Relying in large part in the court's landmark Atkins v. Virginia case, the lawyers said the jurors who voted for a death sentence failed to account for the clinical "hallmarks of an intellectually disabled person" -- very low IQ scores, a history of special education classes, reading comprehension at a young child's level and a "horrific upbringing," among other factors.

Because of that oversight, the lawyers are now arguing before the Supreme Court that Johnson should be granted a hearing before a new jury to establish his "subaverage intellectual functioning." Anything less, they said, would violate the Constitution and prior decisions of the court.
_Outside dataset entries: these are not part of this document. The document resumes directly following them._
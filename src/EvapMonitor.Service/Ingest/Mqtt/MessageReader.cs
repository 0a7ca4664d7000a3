using System.Buffers;
using System.Buffers.Text;
using System.Collections.Concurrent;
using System.Text.Json;
using EvapMonitor.Core.Readings;

namespace EvapMonitor.Service.Ingest.Mqtt;

/// <summary>What a message turned out to be.</summary>
internal enum MessageVerdict
{
    /// <summary>It holds readings.</summary>
    Readings,
    /// <summary>It cannot be read.</summary>
    Malformed,
    /// <summary>It was retained and has no time, so that nobody knows when its value was true.</summary>
    InstantUnknown,
}

/// <summary>Reads the messages of one source by its rules: the first whose filter matches the topic holds. Safe from several threads.</summary>
internal sealed class MessageReader(IReadOnlyList<MessageRule> rules)
{
    /// <summary>Largest payload, bytes.</summary>
    public const int LargestPayload = 1 << 20;

    private const int MostTopicsKept = 10_000;
    private static readonly JsonDocumentOptions Options = new() { MaxDepth = 16 };

    /// <summary>What was found for a topic, so that it is worked out once.</summary>
    private readonly ConcurrentDictionary<string, (MessageRule? Rule, IReadOnlyList<string> Wildcards, string Signal)> _topics = new(StringComparer.Ordinal);

    private int _kept;

    /// <summary>Reads a message.</summary>
    /// <param name="topic">Its topic.</param>
    /// <param name="payload">Its payload.</param>
    /// <param name="arrival">When it came, ms since 1970-01-01T00:00:00Z.</param>
    /// <param name="retained">True when it lay at the broker before.</param>
    /// <param name="readings">The readings.</param>
    /// <param name="wrong">Why it is malformed.</param>
    public MessageVerdict Read(string topic, ReadOnlySequence<byte> payload, long arrival, bool retained, out IReadOnlyList<IncomingReading> readings, out string? wrong)
    {
        readings = [];
        (MessageRule? rule, IReadOnlyList<string> wildcards, string signal) = RuleOf(topic);
        wrong = rule is null ? "no rule for this topic" : payload.Length > LargestPayload ? $"the payload has {payload.Length} bytes; allowed: {LargestPayload}" : null;
        if (wrong is not null) return MessageVerdict.Malformed;
        try
        {
            bool isObject = rule!.Shape is MessageShape.Object or MessageShape.Members || (rule.Shape == MessageShape.Either && BeginsWithBrace(payload));
            if (!isObject) return ReadNumber(signal, payload, arrival, retained, out readings, out wrong);
            using JsonDocument document = JsonDocument.Parse(payload, Options);
            if (document.RootElement.ValueKind != JsonValueKind.Object)
            {
                wrong = "the payload is not a JSON object";
                return MessageVerdict.Malformed;
            }

            long? at = arrival;
            if (document.RootElement.TryGetProperty(rule.TimeMember, out JsonElement time))
            {
                wrong = JsonFields.ReadTime(time, rule.TimeWritten, out long stated);
                at = stated;
            }
            else if (retained)
            {
                return MessageVerdict.InstantUnknown;
            }

            if (wrong is null && rule.Shape == MessageShape.Members) readings = ReadMembers(rule, topic, wildcards, document.RootElement, at.Value, out wrong);
            else if (wrong is null) readings = ReadObject(rule, signal, document.RootElement, at.Value, out wrong);
        }
        catch (JsonException error)
        {
            wrong = $"not JSON: {error.Message}";
        }
        catch (InvalidOperationException)
        {
            // Text with half a surrogate pair cannot be given out as text.
            wrong = "text that is not valid Unicode";
        }

        return wrong is null ? MessageVerdict.Readings : MessageVerdict.Malformed;
    }

    private static MessageVerdict ReadNumber(
        string signal, ReadOnlySequence<byte> payload, long arrival, bool retained, out IReadOnlyList<IncomingReading> readings, out string? wrong)
    {
        readings = [];
        wrong = null;
        ReadOnlySpan<byte> text = payload.Length > 64 ? default : payload.IsSingleSegment ? payload.FirstSpan : payload.ToArray();
        text = text.Trim(" \t\r\n"u8);
        if (!Utf8Parser.TryParse(text, out double value, out int used) || used != text.Length || !double.IsFinite(value))
        {
            wrong = $"'{System.Text.Encoding.UTF8.GetString(payload.Slice(0, long.Min(payload.Length, 40)).ToArray())}' is not a number";
            return MessageVerdict.Malformed;
        }

        if (retained) return MessageVerdict.InstantUnknown;
        wrong = JsonFields.WhyNoSignal(signal);
        readings = [new IncomingReading(signal, new Reading(arrival, value, Quality.Good))];
        return wrong is null ? MessageVerdict.Readings : MessageVerdict.Malformed;
    }

    private static IReadOnlyList<IncomingReading> ReadObject(MessageRule rule, string signal, JsonElement message, long at, out string? wrong)
    {
        Quality quality = Quality.Good;
        double value = double.NaN;
        wrong = null;
        if (message.TryGetProperty(rule.SignalMember, out JsonElement name))
        {
            if (name.ValueKind == JsonValueKind.String) signal = name.GetString()!;
            else wrong = $"{rule.SignalMember} {JsonFields.Shown(name)} is not text";
        }

        if (message.TryGetProperty(rule.QualityMember, out JsonElement stated)) wrong ??= JsonFields.ReadQuality(stated, out quality);
        if (message.TryGetProperty(rule.ValueMember, out JsonElement number)) wrong ??= JsonFields.ReadValue(number, out value);
        wrong ??= JsonFields.WhyNoValue(value, quality) ?? JsonFields.WhyNoSignal(signal);
        return [new IncomingReading(signal, new Reading(at, value, quality))];
    }

    private static List<IncomingReading> ReadMembers(MessageRule rule, string topic, IReadOnlyList<string> wildcards, JsonElement message, long at, out string? wrong)
    {
        Quality quality = Quality.Good;
        wrong = message.TryGetProperty(rule.QualityMember, out JsonElement stated) ? JsonFields.ReadQuality(stated, out quality) : null;
        var readings = new List<IncomingReading>();
        foreach (JsonProperty member in message.EnumerateObject())
        {
            if (wrong is not null) break;
            if (member.NameEquals(rule.TimeMember) || member.NameEquals(rule.QualityMember)) continue;
            string? signal = rule.Signals is null ? rule.Signal.Of(topic, wildcards, member.Name) : rule.Signals.GetValueOrDefault(member.Name);
            // Without a list of members, those that are no numbers are something else.
            if (signal is null || (rule.Signals is null && member.Value.ValueKind is not (JsonValueKind.Number or JsonValueKind.True or JsonValueKind.False))) continue;
            wrong = JsonFields.ReadValue(member.Value, out double value) ?? JsonFields.WhyNoSignal(signal);
            if (wrong is not null) wrong = $"{member.Name}: {wrong}";
            // A member without a value says nothing, unless all of the message is bad.
            else if (!double.IsNaN(value) || quality == Quality.Bad) readings.Add(new IncomingReading(signal, new Reading(at, value, quality)));
        }

        if (readings.Count == 0) wrong ??= "no member is a signal";
        return readings;
    }

    private (MessageRule? Rule, IReadOnlyList<string> Wildcards, string Signal) RuleOf(string topic)
    {
        if (_topics.TryGetValue(topic, out var known)) return known;
        (MessageRule?, IReadOnlyList<string>, string) found = (null, [], topic);
        foreach (MessageRule rule in rules)
        {
            if (rule.Filter.Match(topic) is not { } wildcards) continue;
            found = (rule, wildcards, rule.Signal.Of(topic, wildcards, ""));
            break;
        }

        if (_kept >= MostTopicsKept)
        {
            _topics.Clear();
            _kept = 0;
        }

        if (_topics.TryAdd(topic, found)) Interlocked.Increment(ref _kept);
        return found;
    }

    private static bool BeginsWithBrace(ReadOnlySequence<byte> payload)
    {
        foreach (ReadOnlyMemory<byte> piece in payload)
        {
            foreach (byte one in piece.Span)
            {
                if (one is not ((byte)' ' or (byte)'\t' or (byte)'\r' or (byte)'\n')) return one == (byte)'{';
            }
        }

        return false;
    }
}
The court hasn’t yet ruled whether to formally accept either of Johnson’s substantive challenges. But at least with respect to Missouri's drug protocol, it did agree that halting his execution would be appropriate while the appeals process runs its course.

Interestingly, no justices felt strongly enough about the case to dissent from Tuesday’s order -- presumably because their decision in Glossip is very recent and they have an interest in seeing how it plays out in the lower courts. It’s a wait-and-see game.

Perhaps in granting this temporary reprieve to Johnson, the Supreme Court is showing that it has learned the real lesson of the Glossip case: that the administration of capital punishment in the states is deeply dysfunctional, and that it pays to let all the real facts about the dysfunction come out before deciding whether to allow an execution to proceed.